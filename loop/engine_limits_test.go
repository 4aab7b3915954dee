package loop

import (
	"context"
	"encoding/json"
	"math"
	"runtime"
	"testing"
	"time"

	"math/rand/v2"
)

// TestController checks the control law of one user: feedback delay
// (a command from slot t changes the power of slot t+1+D), power limits
// without accumulation, multi-level decisions and the jump rule.
func TestController(t *testing.T) {
	il := InnerLoop{Mode: InnerModeClosedLoop, Command: CommandFixedStep, UpdateRateHz: 1500, StepDB: 1, FeedbackDelaySlots: 2,
		MinPowerDBm: -50, MaxPowerDBm: 3, InitialPower: InitialPowerFixed, InitialPowerDBm: 0}
	ol := OuterLoop{BLERTarget: 0.1, BlockSlots: 10, UpStepDB: 1, MinTargetDB: -10, MaxTargetDB: 20, InitialTargetDB: 0}
	rcv := Receiver{ChipRateHz: 3.84e6, BitRateBps: 12.2e3, SIRAveragingSlots: 1}
	c, err := NewController(il, ol, rcv, 100, 1, 0)
	if err != nil {
		t.Fatal(err)
	}
	// Slot 0 low (up), then high (down): the up shows in slot 3 = 0+1+D.
	meas := []float64{-10, 10, 10, 10, 10}
	want := []float64{0, 0, 1, 0, -1} // power of slots 1..5
	for i, m := range meas {
		d := c.Step(m, nil)
		if math.Abs(d.PowerDBm-want[i]) > 1e-9 {
			t.Errorf("after slot %d power %g dBm, want %g", i, d.PowerDBm, want[i])
		}
		if wantCmd := map[bool]float64{true: 1, false: -1}[m < 0]; d.CommandDB != wantCmd {
			t.Errorf("slot %d command %g, want %g", i, d.CommandDB, wantCmd)
		}
	}
	// At maximum power further ups are not accumulated: one down leaves max − 1 dB.
	il.FeedbackDelaySlots = 0
	c, _ = NewController(il, ol, rcv, 100, 1, 0)
	for range 10 {
		c.Step(-20, nil)
	}
	if d := c.Step(20, nil); math.Abs(d.PowerDBm-2) > 1e-9 {
		t.Errorf("after ups past max and one down: %g dBm, want max − 1 = 2", d.PowerDBm)
	}
	// Multi-level: SIR error −5 → +3, −1 → +1, 0 → 0, +1 → −1 (thresholds −3, −0.5, 0.5).
	il.Command = CommandMultiLevel
	il.LevelsDB, il.ThresholdsDB = DefaultLevelsDB, DefaultThresholdsDB
	c, _ = NewController(il, ol, rcv, 100, 1, 0)
	for _, x := range [][2]float64{{-5, 3}, {-1, 1}, {0, 0}, {1, -1}, {-3, 1}, {-3.01, 3}} {
		if d := c.Step(x[0], nil); d.CommandDB != x[1] {
			t.Errorf("multi-level SIR error %g dB: command %g, want %g", x[0], d.CommandDB, x[1])
		}
	}
	// Jump rule: up Δ on an error, down Δτ/(1−τ) otherwise.
	ol.Enabled = true
	c, _ = NewController(il, ol, rcv, 100, 1, 0)
	yes, no := true, false
	if d := c.Step(0, &yes); d.TargetDB != 1 {
		t.Errorf("target after an error %g, want 1", d.TargetDB)
	}
	if d := c.Step(0, &no); math.Abs(d.TargetDB-(1-1.0/9)) > 1e-12 {
		t.Errorf("target after a good block %g, want 1 − 1/9", d.TargetDB)
	}
	// Adaptive (Jayant): repeated ups grow the step by 1.5 up to 2.25·Δ.
	il.Command = CommandAdaptive
	il.MaxPowerDBm = 40
	c, _ = NewController(il, OuterLoop{BLERTarget: 0.1, BlockSlots: 1, UpStepDB: 1, MinTargetDB: -10, MaxTargetDB: 20}, rcv, 100, 1, 0)
	p := 0.0
	for i, step := range []float64{1, 1.5, 2.25, 2.25} {
		d := c.Step(-30, nil)
		if math.Abs(d.PowerDBm-p-step) > 1e-9 {
			t.Errorf("adaptive up %d: step %g dB, want %g", i, d.PowerDBm-p, step)
		}
		p = d.PowerDBm
	}
	if d := c.Step(30, nil); math.Abs(p-d.PowerDBm-1.5) > 1e-9 {
		t.Errorf("adaptive reversal: step %g dB, want 1.5", p-d.PowerDBm)
	}
	if _, err := NewController(InnerLoop{}, OuterLoop{}, Receiver{}, -1, 0, 0); err == nil {
		t.Errorf("empty settings accepted")
	}
}

// TestControllerAllocs: Step allocates nothing.
func TestControllerAllocs(t *testing.T) {
	il := InnerLoop{Mode: InnerModeClosedLoop, Command: CommandFixedStep, UpdateRateHz: 1500, StepDB: 1, FeedbackDelaySlots: 1,
		CommandErrorProb: 0.1, MinPowerDBm: -50, MaxPowerDBm: 24, InitialPower: InitialPowerOpenLoop}
	ol := OuterLoop{Enabled: true, BLERTarget: 0.1, BlockSlots: 10, UpStepDB: 1, MinTargetDB: -10, MaxTargetDB: 20, InitialTargetDB: 0}
	c, err := NewController(il, ol, Receiver{ChipRateHz: 3.84e6, BitRateBps: 12.2e3, SIREstimationErrorDB: 1, SIRAveragingSlots: 4}, 120, 1, 0)
	if err != nil {
		t.Fatal(err)
	}
	e := false
	if a := testing.AllocsPerRun(1000, func() { c.Step(3, &e) }); a != 0 {
		t.Errorf("Step allocates %g times", a)
	}
}

// TestBoundedMemory: the engine's allocations do not grow with the slot
// count (no per-slot or per-block allocation; traces aside).
func TestBoundedMemory(t *testing.T) {
	measure := func(slots int64) (uint64, uint64) {
		sc := baseScenario(16, slots)
		sc.Groups[0].ShadowingSigmaDB = 4
		var a, b runtime.MemStats
		runtime.GC()
		runtime.ReadMemStats(&a)
		mustRun(t, sc, nil, RunOptions{})
		runtime.ReadMemStats(&b)
		return b.Mallocs - a.Mallocs, b.TotalAlloc - a.TotalAlloc
	}
	m1, b1 := measure(20000)
	m2, b2 := measure(80000)
	t.Logf("20k slots: %d allocs %d B; 80k slots: %d allocs %d B", m1, b1, m2, b2)
	// 60 000 more slots are 117 more generation blocks and 4× the batch
	// length: allow a few dozen allocations of slack, none per block.
	if m2 > m1+60 || b2 > b1+b1/10 {
		t.Errorf("allocations grow with slots: %d → %d allocs, %d → %d bytes", m1, m2, b1, b2)
	}
}

func TestCancel(t *testing.T) {
	sc := baseScenario(64, 5_000_000)
	ctx, cancel := context.WithTimeout(context.Background(), 50*time.Millisecond)
	defer cancel()
	var last Progress
	_, err := Run(ctx, sc, RunOptions{Progress: func(p Progress) { last = p }, ProgressEvery: time.Millisecond})
	if err != context.DeadlineExceeded {
		t.Fatalf("err %v, want deadline exceeded", err)
	}
	// Promptness by work, not wall time: the run stopped far short of its
	// 64 × 5 000 000 user-slots.
	if total := int64(64) * sc.TotalSlots() * int64(max(sc.Run.Replications, 1)); last.UserSlots >= total/2 {
		t.Errorf("cancelled run had done %d of %d user-slots", last.UserSlots, total)
	}
}

func TestProgressAndTraceValidation(t *testing.T) {
	sc := baseScenario(4, 3000)
	var last Progress
	calls := 0
	mustRun(t, sc, nil, RunOptions{Progress: func(p Progress) { last = p; calls++ }, ProgressEvery: time.Millisecond})
	if calls == 0 || last.Fraction != 1 || last.UserSlots != 4*3000 {
		t.Errorf("progress %d calls, last %+v", calls, last)
	}
	_, err := Run(context.Background(), sc, RunOptions{Trace: TraceOptions{Users: []int{9}, Decimation: -1}})
	v, ok := err.(Violations)
	if !ok || !hasField(v, "trace.users[0]") || !hasField(v, "trace.decimation") {
		t.Errorf("bad trace options: %v", err)
	}
	bad := sc
	bad.InnerLoop.StepDB = -1
	if _, err := Run(context.Background(), bad, RunOptions{}); err == nil {
		t.Errorf("invalid scenario accepted")
	}
}

func newTestRand(seed uint64) *rand.Rand { return rand.New(rand.NewPCG(seed, 0x5eed)) }

// TestEdgeScenarios runs valid but extreme scenarios: each must run to a
// finite, marshalable report without panicking.
func TestEdgeScenarios(t *testing.T) {
	cases := map[string]func(*Scenario){
		"one slot measured": func(s *Scenario) { s.Run.Slots, s.Run.WarmupSlots, s.Run.Batches = 21, 1, 20 },
		"delay beyond run":  func(s *Scenario) { s.InnerLoop.FeedbackDelaySlots = 1000 },
		"duration":          func(s *Scenario) { s.Run.Slots, s.Run.DurationS = 0, 1.5 },
		"pinned at max": func(s *Scenario) {
			s.InnerLoop.MaxPowerDBm, s.InnerLoop.MinPowerDBm, s.InnerLoop.InitialPowerDBm = -40, -50, -45
		},
		"sixteen levels": func(s *Scenario) {
			s.InnerLoop.Command = CommandMultiLevel
			s.InnerLoop.LevelsDB, s.InnerLoop.ThresholdsDB = nil, nil
			for i := 0; i < 16; i++ {
				s.InnerLoop.LevelsDB = append(s.InnerLoop.LevelsDB, float64(i)-8)
				if i > 0 {
					s.InnerLoop.ThresholdsDB = append(s.InnerLoop.ThresholdsDB, float64(i)-8.5)
				}
			}
			s.InnerLoop.CommandErrorProb = 0.5
		},
		"adaptive with errors": func(s *Scenario) { s.InnerLoop.Command, s.InnerLoop.CommandErrorProb = CommandAdaptive, 0.2 },
		"ideal with activity": func(s *Scenario) {
			s.InnerLoop.Mode = InnerModeIdeal
			s.Groups[0].ActivityFactor, s.Groups[0].MeanBurstSlots = 0.5, 1
		},
		"fixed power": func(s *Scenario) { s.InnerLoop.Mode = InnerModeFixedPower },
		"table link EESM": func(s *Scenario) {
			s.Link = LinkCurve{Kind: LinkTable, Table: []LinkPoint{{-5, 1}, {0, 0.5}, {5, 0}}, EffectiveSIR: EffectiveSIREESM, EESMBeta: 0.5}
			s.OuterLoop.Enabled = true
			s.OuterLoop.BlockSlots = 1
		},
		"Hata LOS spectral": func(s *Scenario) {
			s.Groups[0].CarrierFrequencyHz = 900e6
			s.Groups[0].MinDistanceM, s.Groups[0].MaxDistanceM = 1000, 5000
			s.Groups[0].PathLoss = PathLoss{Model: PathLossHataSuburban, BaseHeightM: 30, MobileHeightM: 1.5}
			s.Groups[0].LOS, s.Groups[0].RicianKDB = true, 10
			s.Groups[0].Generator = GeneratorSpectral
			s.Groups[0].ShadowingSigmaDB = 8
		},
		"static users and overload": func(s *Scenario) {
			s.Groups[0].Speeds[0].SpeedKmh = 0
			s.Receiver.OtherCellRatio = 10
			s.OuterLoop.InitialTargetDB = 30
		},
		"heavy averaging and error": func(s *Scenario) {
			s.Receiver.SIRAveragingSlots, s.Receiver.SIREstimationErrorDB = 1000, 20
		},
		"area placement open loop": func(s *Scenario) {
			s.Groups[0].Placement = PlacementUniformArea
			s.InnerLoop.InitialPower = InitialPowerOpenLoop
			s.Groups[0].Count = 1
		},
	}
	for name, mut := range cases {
		sc := baseScenario(5, 3000)
		mut(&sc)
		sc.Normalise()
		if v := sc.Validate(); len(v) > 0 {
			t.Errorf("%s: not valid: %v", name, v)
			continue
		}
		rep, err := Run(context.Background(), sc, RunOptions{Trace: TraceOptions{Users: []int{0}}})
		if err != nil {
			t.Errorf("%s: %v", name, err)
			continue
		}
		if _, err := json.Marshal(rep); err != nil {
			t.Errorf("%s: report does not marshal: %v", name, err)
		}
		if name == "pinned at max" && !rep.Feasibility.Infeasible {
			t.Errorf("%s: not reported infeasible: %+v", name, rep.Feasibility)
		}
		if name == "static users and overload" && (!rep.Feasibility.Infeasible || rep.Feasibility.LoadFactor < 1) {
			t.Errorf("%s: pole overload not reported: %+v", name, rep.Feasibility)
		}
	}
}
* * * * * * *
### Exercise aim
Gather all lines from the listing above in which "InitialPowerDBm" occurs.

### Task solution
		MinPowerDBm: -50, MaxPowerDBm: 3, InitialPower: InitialPowerFixed, InitialPowerDBm: 0}
			s.InnerLoop.MaxPowerDBm, s.InnerLoop.MinPowerDBm, s.InnerLoop.InitialPowerDBm = -40, -50, -45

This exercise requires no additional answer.